A few months back, we upgraded all our CFMX 6 servers to CFMX 6.1. Since that time, we’ve been fighting an ongoing battle with our custom CFMX/Spectra OS-based CMS over what we’ve termed "dodgy objects" in our CODB. These dodgy objects cause the CF web servers which deliver some of our sites to be amazingly unstable. Frankly, it’s driving us nucking futs…
We’ve had Robin Hilliard from RocketBoots to assess our issues and work with us on them. We found several issues, which we have progressively addressed, including:
- a buggy Oracle driver in CFMX 6.1
- previously undiscovered bugs in the Spectra code base (not really news)
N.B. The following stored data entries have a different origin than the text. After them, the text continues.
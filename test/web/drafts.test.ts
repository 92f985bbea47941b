import { describe, expect, it } from 'vitest';
import { emptyProject } from '../../web/src/editor/commands/newDrawing';
import { EditorStore } from '../../web/src/editor/store';
import {
  LATEST_KEY,
  WAL_PREFIX,
  asDraft,
  boundHistory,
  cacheProjectJson,
  draftBlob,
  draftJson,
  jsonSize,
  projectJson,
  savedAtMsOf,
  storedDraft,
  walSavedAtMs,
  newer,
  readLatest,
  readWal,
  tabIdentity,
  rememberIdentity,
  writeLatest,
  writeWal,
  type Draft,
  type KeyValueStore,
} from '../../web/src/persistence/drafts';
import { harness, drawTap } from './harness';
import { addEquipment } from '../../web/src/editor/commands';

/** Web Storage over a Map, with an optional quota in characters like a browser's. */
function memoryStorage(quota = Infinity): KeyValueStore & { map: Map<string, string> } {
  const map = new Map<string, string>();
  return {
    map,
    getItem: (k) => map.get(k) ?? null,
    setItem: (k, v) => {
      let used = 0;
      for (const [key, val] of map) if (key !== k) used += key.length + val.length;
      if (used + k.length + v.length > quota) throw new Error('QuotaExceededError');
      map.set(k, v);
    },
    removeItem: (k) => void map.delete(k),
    key: (i) => [...map.keys()][i] ?? null,
    get length() {
      return map.size;
    },
  };
}

const draft = (over: Partial<Draft> = {}): Draft => ({ docId: 'd1', lineage: 'd1', tabId: 't1', savedAtMs: 1000, project: emptyProject(), ...over });

describe('write-ahead copy of the drawing (localStorage)', () => {
  it('round-trips a draft with its undo history, and the newer of two copies wins', () => {
    const ls = memoryStorage();
    const h = harness();
    drawTap(h, { lengthFt: 20 });
    const d = draft({ project: h.doc(), history: boundHistory(h.store.historySnapshot()) });
    expect(writeWal(ls, d)).toBe(true);
    const back = readWal(ls, 'd1')!;
    expect(back.project).toEqual(h.doc());
    expect(back.history!.past.length).toBe(h.store.getState().history.undoDepth);
    expect(newer(back, { ...back, savedAtMs: 999 })).toBe(back);
    expect(newer({ ...back, savedAtMs: 999 }, back)).toBe(back);
    expect(newer(null, back)).toBe(back);
  });

  it('is written from remembered texts: the same JSON as a whole serialisation, before and after an edit', async () => {
    const ls = memoryStorage();
    const h = harness();
    const { tapId } = drawTap(h, { lengthFt: 20 });
    const d = draft({ project: h.doc(), history: boundHistory(h.store.historySnapshot()) });
    expect(JSON.parse(draftJson(d))).toEqual(JSON.parse(JSON.stringify(d)));
    expect(projectJson(h.doc())).toBe(JSON.stringify(h.doc()));
    const tap = { ...h.doc().conductors.find((c) => c.id === tapId)!, lengthFt: 31 };
    h.store.replaceElements('Set length', [{ list: 'conductors', value: tap }]);
    expect(projectJson(h.doc())).toBe(JSON.stringify(h.doc()));
    const later = draft({ project: h.doc(), history: boundHistory(h.store.historySnapshot()), savedAtMs: 2000 });
    expect(writeWal(ls, later)).toBe(true);
    expect(walSavedAtMs(ls, 'd1')).toBe(2000);
    expect(readWal(ls, 'd1')!.project.conductors.find((c) => c.id === tapId)!.lengthFt).toBe(31);
    // IndexedDB's copy is the same text, as a Blob; drafts stored as a string or as objects before still read.
    const stored = storedDraft(later);
    expect(savedAtMsOf(stored)).toBe(2000);
    expect(stored.json).toBeInstanceOf(Blob);
    const text = await (stored.json as Blob).text();
    expect(text).toBe(draftJson(later));
    expect(asDraft({ ...stored, json: text })).toEqual(asDraft(JSON.parse(JSON.stringify(later))));
    expect(asDraft(later)!.project).toBe(later.project);
    expect(asDraft({ savedAtMs: 5, json: '{broken' })).toBeNull();
  });

  it('the IndexedDB copy is composed of pieces kept between saves, and is always the whole serialisation', async () => {
    const h = harness();
    for (let i = 0; i < 1100; i++) addEquipment.run(h.ctx, { kind: 'load' });
    const texts = async () => (await draftBlob(draft({ project: h.doc() })).text());
    expect(await texts()).toBe(draftJson(draft({ project: h.doc() })));
    // An element changed in the first piece, in the last (short) piece, one added, one removed: each save is the whole text.
    const nodes = h.doc().nodes;
    for (const at of [3, 1050]) {
      const renamed = { ...nodes[at]!, label: `L-${at}` };
      h.store.replaceElements('Rename', [{ list: 'nodes', value: renamed }]);
      expect(await texts()).toBe(JSON.stringify(draft({ project: h.doc() })));
    }
    addEquipment.run(h.ctx, { kind: 'load' });
    expect(await texts()).toBe(JSON.stringify(draft({ project: h.doc() })));
    h.store.undo();
    h.store.undo();
    expect(await texts()).toBe(JSON.stringify(draft({ project: h.doc() })));
    expect(JSON.parse(await texts()).project.nodes).toHaveLength(1100);
  });

  it('the text of a drawing just opened is made in slices, and the slices add up to the whole serialisation', () => {
    const h = harness();
    for (let i = 0; i < 200; i++) addEquipment.run(h.ctx, { kind: 'load' });
    const doc = h.doc();
    let slices = 0;
    // Time is up after every 64 elements and after each Blob piece of 512: 200 pieces take four slices of texts, the fourth ending with their one piece.
    while (!cacheProjectJson(doc, () => true)) slices++;
    expect(slices).toBe(4);
    expect(cacheProjectJson(doc, () => true)).toBe(true);
    expect(projectJson(doc)).toBe(JSON.stringify(doc));
  });

  it('the restored history undoes the edits it was saved with, step by step', () => {
    const h = harness();
    const { tapId } = drawTap(h, { lengthFt: 20 });
    const saved = JSON.parse(JSON.stringify({ doc: h.doc(), history: boundHistory(h.store.historySnapshot()) }));
    const fresh = new EditorStore(emptyProject());
    fresh.resetDocument(saved.doc, saved.history);
    expect(fresh.getState().history.undoDepth).toBe(h.store.getState().history.undoDepth);
    fresh.undo();
    h.store.undo();
    expect(fresh.getState().doc).toEqual(h.doc());
    while (fresh.undo()) h.store.undo();
    expect(fresh.getState().doc.conductors.find((c) => c.id === tapId)).toBeUndefined();
    expect(fresh.getState().doc).toEqual(h.doc());
    expect(fresh.redo()).toBe(true);
  });

  it('is bounded: history is dropped first, then the whole copy, never past the limit', () => {
    const ls = memoryStorage();
    const h = harness();
    drawTap(h, { lengthFt: 20 });
    const d = draft({ project: h.doc(), history: boundHistory(h.store.historySnapshot()) });
    const full = JSON.stringify(d).length;
    const bare = JSON.stringify({ ...d, history: undefined }).length;
    expect(writeWal(ls, d, bare + 10)).toBe(true);
    expect(readWal(ls, 'd1')!.history).toBeUndefined();
    expect(full).toBeGreaterThan(bare);
    expect(writeWal(ls, d, bare - 1)).toBe(false);
    expect(ls.map.has(`${WAL_PREFIX}d1`)).toBe(false);
  });

  it('a full storage gives up other documents’ copies before this one', () => {
    const size = JSON.stringify(draft()).length + `${WAL_PREFIX}d1`.length;
    const ls = memoryStorage(size + 900);
    ls.setItem(`${WAL_PREFIX}old`, 'x'.repeat(1000));
    expect(writeWal(ls, draft())).toBe(true);
    expect(ls.map.has(`${WAL_PREFIX}old`)).toBe(false);
    expect(readWal(ls, 'd1')).not.toBeNull();
  });

  it('knows the length of a step’s or a drawing’s JSON without writing it, and stops counting past a limit', () => {
    const h = harness();
    drawTap(h, { lengthFt: 20 });
    const doc = h.doc();
    // Before and after the elements' texts are remembered, over the document, its undo steps and odd values.
    for (const v of [doc, h.store.historySnapshot(), { a: undefined, b: [undefined, 1, 'q"\u00e9'], c: null, d: 2.5e-7 }]) expect(jsonSize(v)).toBe(JSON.stringify(v).length);
    cacheProjectJson(doc, () => false);
    expect(jsonSize(doc)).toBe(JSON.stringify(doc).length);
    const opened = new EditorStore(emptyProject());
    opened.replaceDocument('Open', doc);
    const step = opened.historySnapshot().past[0]!;
    expect(jsonSize(step)).toBe(JSON.stringify(step).length);
    const cut = jsonSize(step, 100);
    expect(cut).toBeGreaterThan(100);
    expect(cut).toBeLessThan(JSON.stringify(step).length);
    expect(boundHistory(opened.historySnapshot(), 100).past).toEqual([]);
  });

  it('keeps the newest undo steps within the step and size budgets', () => {
    const entry = (n: number) => ({ label: `e${n}`, redo: [{ op: 'replace' as const, path: ['x'], value: 'y'.repeat(100) }], undo: [] });
    const past = Array.from({ length: 300 }, (_, i) => entry(i));
    const b = boundHistory({ past, future: [] }, 1_000_000, 100);
    expect(b.past.map((e) => e.label)).toEqual(past.slice(-100).map((e) => e.label));
    const small = boundHistory({ past, future: [] }, 1000, 100);
    expect(small.past.length).toBeLessThan(10);
    expect(small.past.at(-1)!.label).toBe('e299');
  });
});

describe('tab identity and the latest-save pointer', () => {
  it('a reload keeps the tab’s document id; a new tab gets its own', () => {
    const session = memoryStorage();
    const first = tabIdentity(session);
    expect(first.resumed).toBe(false);
    rememberIdentity(session, first);
    const reloaded = tabIdentity(session);
    expect(reloaded.resumed).toBe(true);
    expect(reloaded.docId).toBe(first.docId);
    expect(reloaded.tabId).not.toBe(first.tabId);
    const other = tabIdentity(memoryStorage());
    expect(other.docId).not.toBe(first.docId);
  });

  it('the pointer names who saved last and ignores junk', () => {
    const ls = memoryStorage();
    writeLatest(ls, draft({ savedAtMs: 42 }));
    expect(readLatest(ls)).toEqual({ docId: 'd1', lineage: 'd1', tabId: 't1', savedAtMs: 42 });
    ls.setItem(LATEST_KEY, '{"docId":1}');
    expect(readLatest(ls)).toBeNull();
  });
});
- several points of unfriendliness between the Spectra OS code and CFMX 6.1
- a few others less interesting
We don’t have the option to stop using Spectra at this point, so we are having to wrestle with all these issues. The upshot of the whole thing is that management and staff confidence in our system is at a very low ebb and it’s very disheartening for me and the good (and very skilled) people who work for me. Frankly, we need a couple of wins.
What we’re seeing more often than not is a combination of increasing thread count and memory usage on the JRun executable on our servers. At some point there’s a sour spot (i.e. the opposite of sweet spot) where memory usage by the JRun executable and the ability of the executable to get more threads to do work reaches a critical point and JRun craps itself.
As far as we can tell, this critical point is approached progressively over time as the site tries to do work with dodgy data that has been entered by one of our (approximately 500) authors – usually by doing some sort of copy-paste from Word. When things such as Verity or our in-memory caching model try to access data with bad content, the memory usage and thread count creep up until the critical point is met and JRun, as stated, goes off into Lalaland.
We’re doing a bunch of things to try to cover our collective backsides until we can get all our potential solutions in, but it’s a progressive and slightly slow process, especially considering our already overworked team.
Here’s what we’re doing:
- writing a Java class to replace all the Spectra db transaction code (cfa_contentobject, cfa_contentobjectget, etc.)
- making sure our authoring system doesn’t allow dodgy content, especially high-ASCII characters, in the content object data/WDDX
- putting some serious logging in our scheduled tasks (indexing, caching) to see where problems might be occurring
- monitoring just about everything going on on our servers in real time so we can see problems occur
- nursing our servers along in the meantime
We really need a break and some fresh ideas. Anything anyone might have, no matter how out there, is welcome.